Entries supplied »
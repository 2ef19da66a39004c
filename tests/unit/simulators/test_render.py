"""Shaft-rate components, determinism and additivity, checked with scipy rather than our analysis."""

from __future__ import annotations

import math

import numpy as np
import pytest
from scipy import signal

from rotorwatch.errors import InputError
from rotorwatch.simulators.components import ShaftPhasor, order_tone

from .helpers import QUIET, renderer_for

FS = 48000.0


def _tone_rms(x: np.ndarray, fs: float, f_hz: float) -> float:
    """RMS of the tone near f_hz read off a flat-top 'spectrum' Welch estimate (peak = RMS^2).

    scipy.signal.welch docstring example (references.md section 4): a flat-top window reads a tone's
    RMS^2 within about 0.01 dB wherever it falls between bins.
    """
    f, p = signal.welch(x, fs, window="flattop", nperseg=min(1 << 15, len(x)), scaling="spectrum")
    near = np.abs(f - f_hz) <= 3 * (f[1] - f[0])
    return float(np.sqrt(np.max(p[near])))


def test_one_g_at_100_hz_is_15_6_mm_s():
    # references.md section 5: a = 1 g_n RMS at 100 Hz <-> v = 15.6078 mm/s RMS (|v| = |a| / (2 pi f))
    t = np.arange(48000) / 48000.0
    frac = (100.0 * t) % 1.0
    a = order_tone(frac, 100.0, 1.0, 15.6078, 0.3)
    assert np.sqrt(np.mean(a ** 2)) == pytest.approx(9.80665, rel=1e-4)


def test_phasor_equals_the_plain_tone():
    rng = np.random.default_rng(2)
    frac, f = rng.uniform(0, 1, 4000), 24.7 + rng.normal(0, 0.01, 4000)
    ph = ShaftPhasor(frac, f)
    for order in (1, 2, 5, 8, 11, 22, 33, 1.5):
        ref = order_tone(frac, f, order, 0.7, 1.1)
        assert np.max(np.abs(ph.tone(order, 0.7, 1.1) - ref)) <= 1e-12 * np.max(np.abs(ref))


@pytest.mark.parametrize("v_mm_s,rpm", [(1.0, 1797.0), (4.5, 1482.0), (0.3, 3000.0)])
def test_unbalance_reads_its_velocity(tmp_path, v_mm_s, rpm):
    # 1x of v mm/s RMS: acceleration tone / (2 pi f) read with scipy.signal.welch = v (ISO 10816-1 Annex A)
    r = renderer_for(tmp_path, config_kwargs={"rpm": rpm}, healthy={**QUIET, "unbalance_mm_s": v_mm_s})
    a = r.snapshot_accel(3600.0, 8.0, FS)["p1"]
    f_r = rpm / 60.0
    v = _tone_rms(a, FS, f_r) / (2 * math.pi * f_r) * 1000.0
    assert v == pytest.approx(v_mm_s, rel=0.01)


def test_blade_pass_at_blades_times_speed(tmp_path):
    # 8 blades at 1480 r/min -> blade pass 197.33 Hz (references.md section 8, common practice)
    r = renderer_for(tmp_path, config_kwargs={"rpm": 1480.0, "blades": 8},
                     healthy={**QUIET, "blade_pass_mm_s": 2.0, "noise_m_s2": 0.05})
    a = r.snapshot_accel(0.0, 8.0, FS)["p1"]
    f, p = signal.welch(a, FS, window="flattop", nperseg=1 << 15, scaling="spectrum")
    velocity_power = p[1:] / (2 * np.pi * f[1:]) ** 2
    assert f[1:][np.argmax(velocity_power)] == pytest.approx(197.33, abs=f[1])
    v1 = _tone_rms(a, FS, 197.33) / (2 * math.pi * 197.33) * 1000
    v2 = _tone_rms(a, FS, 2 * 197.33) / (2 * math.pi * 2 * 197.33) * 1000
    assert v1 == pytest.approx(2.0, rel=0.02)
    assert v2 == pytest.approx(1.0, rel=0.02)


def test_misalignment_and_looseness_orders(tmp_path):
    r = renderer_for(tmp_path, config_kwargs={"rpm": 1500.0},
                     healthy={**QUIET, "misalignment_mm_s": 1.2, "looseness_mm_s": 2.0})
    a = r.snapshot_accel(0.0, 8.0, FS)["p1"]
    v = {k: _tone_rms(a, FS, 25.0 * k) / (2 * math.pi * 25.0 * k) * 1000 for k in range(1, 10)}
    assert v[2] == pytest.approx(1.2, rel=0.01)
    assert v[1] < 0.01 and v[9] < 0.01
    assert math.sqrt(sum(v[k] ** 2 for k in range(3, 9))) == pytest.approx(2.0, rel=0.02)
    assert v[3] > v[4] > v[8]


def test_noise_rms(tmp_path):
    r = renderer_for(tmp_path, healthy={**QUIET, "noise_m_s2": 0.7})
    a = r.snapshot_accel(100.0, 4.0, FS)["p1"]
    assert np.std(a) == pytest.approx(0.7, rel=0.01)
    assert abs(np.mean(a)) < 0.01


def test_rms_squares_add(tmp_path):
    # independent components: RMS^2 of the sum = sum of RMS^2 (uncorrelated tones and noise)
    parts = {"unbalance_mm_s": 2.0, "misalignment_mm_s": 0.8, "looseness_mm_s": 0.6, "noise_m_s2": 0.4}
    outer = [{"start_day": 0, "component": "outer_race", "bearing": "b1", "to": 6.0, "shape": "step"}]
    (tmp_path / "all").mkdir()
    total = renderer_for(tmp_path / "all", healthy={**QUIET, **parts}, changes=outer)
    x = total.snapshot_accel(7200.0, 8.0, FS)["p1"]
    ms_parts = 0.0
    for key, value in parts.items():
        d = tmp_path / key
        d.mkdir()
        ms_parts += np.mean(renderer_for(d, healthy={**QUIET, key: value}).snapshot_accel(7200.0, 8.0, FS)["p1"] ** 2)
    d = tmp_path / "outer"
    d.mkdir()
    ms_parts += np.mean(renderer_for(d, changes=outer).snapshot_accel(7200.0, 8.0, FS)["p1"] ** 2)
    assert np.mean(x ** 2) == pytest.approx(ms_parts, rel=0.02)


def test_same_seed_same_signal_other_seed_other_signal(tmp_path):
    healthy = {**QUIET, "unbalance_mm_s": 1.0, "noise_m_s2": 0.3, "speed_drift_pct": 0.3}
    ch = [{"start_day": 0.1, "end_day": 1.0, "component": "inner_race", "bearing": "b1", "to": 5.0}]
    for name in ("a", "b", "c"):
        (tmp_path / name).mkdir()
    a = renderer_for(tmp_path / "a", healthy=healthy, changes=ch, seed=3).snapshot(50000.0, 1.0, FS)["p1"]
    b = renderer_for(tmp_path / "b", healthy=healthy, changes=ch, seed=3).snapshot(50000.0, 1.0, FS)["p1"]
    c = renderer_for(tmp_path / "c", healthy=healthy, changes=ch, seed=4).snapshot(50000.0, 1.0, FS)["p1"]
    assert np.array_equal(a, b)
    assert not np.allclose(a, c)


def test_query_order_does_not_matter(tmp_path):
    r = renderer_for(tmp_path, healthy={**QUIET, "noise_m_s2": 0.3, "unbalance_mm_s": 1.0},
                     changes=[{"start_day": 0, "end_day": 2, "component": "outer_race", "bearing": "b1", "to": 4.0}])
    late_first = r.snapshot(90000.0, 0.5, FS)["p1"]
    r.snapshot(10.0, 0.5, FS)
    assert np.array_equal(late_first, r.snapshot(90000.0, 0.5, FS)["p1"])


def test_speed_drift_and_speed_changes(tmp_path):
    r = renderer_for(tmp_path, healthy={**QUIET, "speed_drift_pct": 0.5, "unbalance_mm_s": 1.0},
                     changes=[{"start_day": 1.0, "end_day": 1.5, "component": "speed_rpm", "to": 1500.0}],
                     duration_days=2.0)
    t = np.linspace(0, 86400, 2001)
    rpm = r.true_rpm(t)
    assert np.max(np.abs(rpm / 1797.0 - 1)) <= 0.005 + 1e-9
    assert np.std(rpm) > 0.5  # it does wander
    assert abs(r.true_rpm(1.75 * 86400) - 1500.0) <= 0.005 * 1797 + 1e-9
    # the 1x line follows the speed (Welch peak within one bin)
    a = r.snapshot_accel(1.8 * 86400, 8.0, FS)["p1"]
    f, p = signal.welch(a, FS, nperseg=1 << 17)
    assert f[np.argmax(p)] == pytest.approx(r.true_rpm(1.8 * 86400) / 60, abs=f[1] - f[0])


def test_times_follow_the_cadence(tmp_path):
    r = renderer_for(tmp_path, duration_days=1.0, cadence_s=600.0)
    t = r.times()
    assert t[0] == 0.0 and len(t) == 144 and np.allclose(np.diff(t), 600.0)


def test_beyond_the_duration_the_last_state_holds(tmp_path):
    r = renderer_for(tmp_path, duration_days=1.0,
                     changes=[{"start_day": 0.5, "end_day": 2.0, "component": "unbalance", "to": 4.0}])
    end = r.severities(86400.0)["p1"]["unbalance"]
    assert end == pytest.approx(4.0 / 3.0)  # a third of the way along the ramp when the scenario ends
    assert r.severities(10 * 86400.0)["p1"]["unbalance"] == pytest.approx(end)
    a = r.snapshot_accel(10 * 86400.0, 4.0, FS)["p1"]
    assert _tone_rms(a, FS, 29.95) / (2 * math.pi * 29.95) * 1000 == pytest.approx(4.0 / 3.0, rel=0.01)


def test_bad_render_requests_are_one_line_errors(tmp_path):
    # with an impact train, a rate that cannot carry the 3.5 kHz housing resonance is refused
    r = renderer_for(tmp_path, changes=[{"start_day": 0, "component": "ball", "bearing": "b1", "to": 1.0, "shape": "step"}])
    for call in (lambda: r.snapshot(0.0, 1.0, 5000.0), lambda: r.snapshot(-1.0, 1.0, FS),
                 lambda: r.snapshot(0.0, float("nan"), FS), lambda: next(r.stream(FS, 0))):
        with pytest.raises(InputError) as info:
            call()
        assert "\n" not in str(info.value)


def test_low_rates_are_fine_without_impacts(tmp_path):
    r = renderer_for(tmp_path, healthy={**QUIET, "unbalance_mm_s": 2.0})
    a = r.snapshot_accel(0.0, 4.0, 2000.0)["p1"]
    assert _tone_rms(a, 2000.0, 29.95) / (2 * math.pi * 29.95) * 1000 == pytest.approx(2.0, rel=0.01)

--

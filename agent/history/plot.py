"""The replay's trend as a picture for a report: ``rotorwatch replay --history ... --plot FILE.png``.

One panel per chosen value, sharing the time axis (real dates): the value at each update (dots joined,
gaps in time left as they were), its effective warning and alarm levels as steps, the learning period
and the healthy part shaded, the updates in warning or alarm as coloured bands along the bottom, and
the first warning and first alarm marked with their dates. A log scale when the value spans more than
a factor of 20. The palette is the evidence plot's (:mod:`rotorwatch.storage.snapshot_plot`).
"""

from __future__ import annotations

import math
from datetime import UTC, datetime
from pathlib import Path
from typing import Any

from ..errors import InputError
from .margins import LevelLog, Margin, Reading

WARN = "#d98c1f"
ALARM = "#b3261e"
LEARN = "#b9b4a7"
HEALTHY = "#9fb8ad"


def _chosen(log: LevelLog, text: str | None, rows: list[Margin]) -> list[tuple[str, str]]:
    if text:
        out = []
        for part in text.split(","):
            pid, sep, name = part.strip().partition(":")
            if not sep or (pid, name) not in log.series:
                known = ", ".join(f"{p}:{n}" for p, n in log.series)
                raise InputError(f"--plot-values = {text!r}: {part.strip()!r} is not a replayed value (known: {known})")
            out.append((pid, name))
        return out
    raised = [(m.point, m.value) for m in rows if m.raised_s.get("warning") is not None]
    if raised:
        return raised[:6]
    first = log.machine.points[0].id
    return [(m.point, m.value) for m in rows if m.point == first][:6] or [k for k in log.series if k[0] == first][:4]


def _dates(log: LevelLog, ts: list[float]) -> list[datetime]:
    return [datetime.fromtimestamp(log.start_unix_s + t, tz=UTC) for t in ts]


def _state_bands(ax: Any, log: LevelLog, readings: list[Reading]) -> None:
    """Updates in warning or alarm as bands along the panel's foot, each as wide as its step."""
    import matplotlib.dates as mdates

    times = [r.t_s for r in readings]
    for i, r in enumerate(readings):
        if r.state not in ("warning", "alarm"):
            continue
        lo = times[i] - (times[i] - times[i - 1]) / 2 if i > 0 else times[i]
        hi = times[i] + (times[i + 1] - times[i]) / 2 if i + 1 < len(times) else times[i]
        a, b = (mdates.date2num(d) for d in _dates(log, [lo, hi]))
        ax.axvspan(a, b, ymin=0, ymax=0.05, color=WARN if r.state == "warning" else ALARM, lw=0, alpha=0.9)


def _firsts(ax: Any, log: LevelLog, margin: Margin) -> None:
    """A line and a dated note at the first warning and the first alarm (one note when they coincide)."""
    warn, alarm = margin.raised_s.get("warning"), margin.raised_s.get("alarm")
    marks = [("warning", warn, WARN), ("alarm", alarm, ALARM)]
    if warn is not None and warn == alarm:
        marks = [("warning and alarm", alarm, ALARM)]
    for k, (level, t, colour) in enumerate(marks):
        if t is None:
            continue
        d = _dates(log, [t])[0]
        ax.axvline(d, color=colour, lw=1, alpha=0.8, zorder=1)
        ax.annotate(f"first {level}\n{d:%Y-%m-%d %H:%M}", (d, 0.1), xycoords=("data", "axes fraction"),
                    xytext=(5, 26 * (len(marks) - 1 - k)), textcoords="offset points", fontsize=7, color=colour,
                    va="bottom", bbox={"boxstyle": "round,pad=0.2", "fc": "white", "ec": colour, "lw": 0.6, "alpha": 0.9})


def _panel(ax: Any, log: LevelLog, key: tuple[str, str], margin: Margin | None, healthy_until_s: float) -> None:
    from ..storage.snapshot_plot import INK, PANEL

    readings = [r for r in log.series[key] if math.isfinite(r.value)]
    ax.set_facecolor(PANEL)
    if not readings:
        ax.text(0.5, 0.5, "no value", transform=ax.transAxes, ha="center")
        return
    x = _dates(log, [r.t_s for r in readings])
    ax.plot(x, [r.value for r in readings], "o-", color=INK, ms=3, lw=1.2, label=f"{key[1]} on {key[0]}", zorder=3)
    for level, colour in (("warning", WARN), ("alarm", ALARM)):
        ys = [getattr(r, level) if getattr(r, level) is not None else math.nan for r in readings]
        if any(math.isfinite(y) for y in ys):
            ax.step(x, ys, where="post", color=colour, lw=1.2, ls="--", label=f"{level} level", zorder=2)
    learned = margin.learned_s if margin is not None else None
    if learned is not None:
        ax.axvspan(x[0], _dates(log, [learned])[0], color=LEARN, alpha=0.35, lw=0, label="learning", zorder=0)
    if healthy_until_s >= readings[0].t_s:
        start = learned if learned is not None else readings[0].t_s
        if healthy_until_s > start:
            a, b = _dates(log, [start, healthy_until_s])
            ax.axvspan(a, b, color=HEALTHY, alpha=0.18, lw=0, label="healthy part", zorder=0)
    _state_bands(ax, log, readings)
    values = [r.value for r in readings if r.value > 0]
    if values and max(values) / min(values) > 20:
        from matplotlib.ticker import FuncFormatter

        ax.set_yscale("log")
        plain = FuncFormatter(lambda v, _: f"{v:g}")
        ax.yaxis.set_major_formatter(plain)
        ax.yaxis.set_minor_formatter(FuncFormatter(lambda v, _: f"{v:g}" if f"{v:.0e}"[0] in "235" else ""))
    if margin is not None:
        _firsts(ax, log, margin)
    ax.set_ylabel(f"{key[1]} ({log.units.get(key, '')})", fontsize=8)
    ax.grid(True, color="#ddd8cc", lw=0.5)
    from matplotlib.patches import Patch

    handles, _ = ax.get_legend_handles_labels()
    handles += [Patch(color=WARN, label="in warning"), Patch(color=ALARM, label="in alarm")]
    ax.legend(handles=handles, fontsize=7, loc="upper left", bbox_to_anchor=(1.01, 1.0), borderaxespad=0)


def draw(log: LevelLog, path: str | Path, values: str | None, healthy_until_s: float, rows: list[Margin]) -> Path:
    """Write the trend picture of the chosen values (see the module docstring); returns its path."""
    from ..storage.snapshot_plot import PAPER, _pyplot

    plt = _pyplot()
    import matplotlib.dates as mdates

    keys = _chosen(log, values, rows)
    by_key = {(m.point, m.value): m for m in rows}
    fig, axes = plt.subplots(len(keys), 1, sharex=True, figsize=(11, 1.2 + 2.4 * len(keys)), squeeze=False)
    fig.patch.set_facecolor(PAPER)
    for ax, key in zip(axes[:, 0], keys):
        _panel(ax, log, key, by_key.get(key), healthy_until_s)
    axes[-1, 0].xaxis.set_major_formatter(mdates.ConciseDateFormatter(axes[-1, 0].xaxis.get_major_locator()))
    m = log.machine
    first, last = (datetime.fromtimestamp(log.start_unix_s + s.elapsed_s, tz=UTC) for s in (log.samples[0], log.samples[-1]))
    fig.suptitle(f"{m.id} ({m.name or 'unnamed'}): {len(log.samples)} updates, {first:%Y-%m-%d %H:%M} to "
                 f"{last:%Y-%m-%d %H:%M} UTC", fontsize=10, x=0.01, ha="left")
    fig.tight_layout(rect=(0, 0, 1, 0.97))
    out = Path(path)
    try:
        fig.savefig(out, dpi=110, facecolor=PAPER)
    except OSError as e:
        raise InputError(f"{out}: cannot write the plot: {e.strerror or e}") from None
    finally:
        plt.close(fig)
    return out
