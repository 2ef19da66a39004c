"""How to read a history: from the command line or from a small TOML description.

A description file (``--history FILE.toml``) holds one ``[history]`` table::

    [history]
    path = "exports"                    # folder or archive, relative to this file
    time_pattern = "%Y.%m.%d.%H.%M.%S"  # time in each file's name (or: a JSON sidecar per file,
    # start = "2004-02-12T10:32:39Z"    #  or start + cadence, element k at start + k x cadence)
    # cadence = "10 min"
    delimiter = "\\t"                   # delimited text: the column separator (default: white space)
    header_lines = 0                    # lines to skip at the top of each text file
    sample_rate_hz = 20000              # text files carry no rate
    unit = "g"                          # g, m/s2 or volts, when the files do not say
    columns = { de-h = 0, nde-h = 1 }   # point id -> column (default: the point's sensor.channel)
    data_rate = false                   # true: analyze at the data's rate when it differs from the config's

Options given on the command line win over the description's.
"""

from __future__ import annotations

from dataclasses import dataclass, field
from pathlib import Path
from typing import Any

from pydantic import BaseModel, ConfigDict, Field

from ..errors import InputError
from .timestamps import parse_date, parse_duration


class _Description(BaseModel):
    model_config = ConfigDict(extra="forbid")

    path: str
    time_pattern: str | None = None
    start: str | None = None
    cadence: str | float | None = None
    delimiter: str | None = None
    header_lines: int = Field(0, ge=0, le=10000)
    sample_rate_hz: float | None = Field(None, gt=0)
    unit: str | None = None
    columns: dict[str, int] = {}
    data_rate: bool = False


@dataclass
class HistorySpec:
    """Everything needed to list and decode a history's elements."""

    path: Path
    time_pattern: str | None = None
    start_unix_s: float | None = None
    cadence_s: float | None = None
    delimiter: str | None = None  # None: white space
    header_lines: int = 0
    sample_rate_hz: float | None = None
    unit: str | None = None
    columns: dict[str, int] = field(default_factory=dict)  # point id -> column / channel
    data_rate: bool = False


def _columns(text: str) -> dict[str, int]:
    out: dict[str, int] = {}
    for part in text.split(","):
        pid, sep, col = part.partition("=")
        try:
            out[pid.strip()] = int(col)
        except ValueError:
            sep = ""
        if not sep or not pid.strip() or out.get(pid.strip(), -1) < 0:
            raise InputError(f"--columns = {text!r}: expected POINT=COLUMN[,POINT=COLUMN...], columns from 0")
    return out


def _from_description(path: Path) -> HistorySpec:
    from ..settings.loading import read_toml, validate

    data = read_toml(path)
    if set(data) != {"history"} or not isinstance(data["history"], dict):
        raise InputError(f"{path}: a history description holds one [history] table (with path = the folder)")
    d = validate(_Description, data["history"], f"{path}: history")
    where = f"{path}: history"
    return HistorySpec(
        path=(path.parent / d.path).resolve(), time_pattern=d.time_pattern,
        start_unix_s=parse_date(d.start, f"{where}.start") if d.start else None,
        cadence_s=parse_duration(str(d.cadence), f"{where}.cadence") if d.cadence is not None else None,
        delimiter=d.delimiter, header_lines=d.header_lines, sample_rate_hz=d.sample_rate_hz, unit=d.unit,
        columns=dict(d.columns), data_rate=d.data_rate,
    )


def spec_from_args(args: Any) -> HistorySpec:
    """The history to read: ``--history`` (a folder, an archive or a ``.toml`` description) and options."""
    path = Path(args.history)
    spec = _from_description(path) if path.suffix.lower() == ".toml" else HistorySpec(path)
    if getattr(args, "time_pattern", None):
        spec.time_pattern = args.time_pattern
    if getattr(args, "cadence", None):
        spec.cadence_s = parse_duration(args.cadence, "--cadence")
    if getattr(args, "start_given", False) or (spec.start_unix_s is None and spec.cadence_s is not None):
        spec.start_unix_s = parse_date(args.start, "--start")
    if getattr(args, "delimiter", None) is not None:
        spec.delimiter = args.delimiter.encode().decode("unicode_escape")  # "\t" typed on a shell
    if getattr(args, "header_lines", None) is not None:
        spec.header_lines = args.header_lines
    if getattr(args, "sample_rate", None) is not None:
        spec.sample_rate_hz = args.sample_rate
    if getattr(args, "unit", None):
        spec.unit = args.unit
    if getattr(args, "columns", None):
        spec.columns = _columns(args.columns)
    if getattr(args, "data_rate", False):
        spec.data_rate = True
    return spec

The problem » The answer must consist of every line from the entries above that contains "rows".

Output below »
def _chosen(log: LevelLog, text: str | None, rows: list[Margin]) -> list[tuple[str, str]]:
    raised = [(m.point, m.value) for m in rows if m.raised_s.get("warning") is not None]
    return [(m.point, m.value) for m in rows if m.point == first][:6] or [k for k in log.series if k[0] == first][:4]
def draw(log: LevelLog, path: str | Path, values: str | None, healthy_until_s: float, rows: list[Margin]) -> Path:
    keys = _chosen(log, values, rows)
    by_key = {(m.point, m.value): m for m in rows}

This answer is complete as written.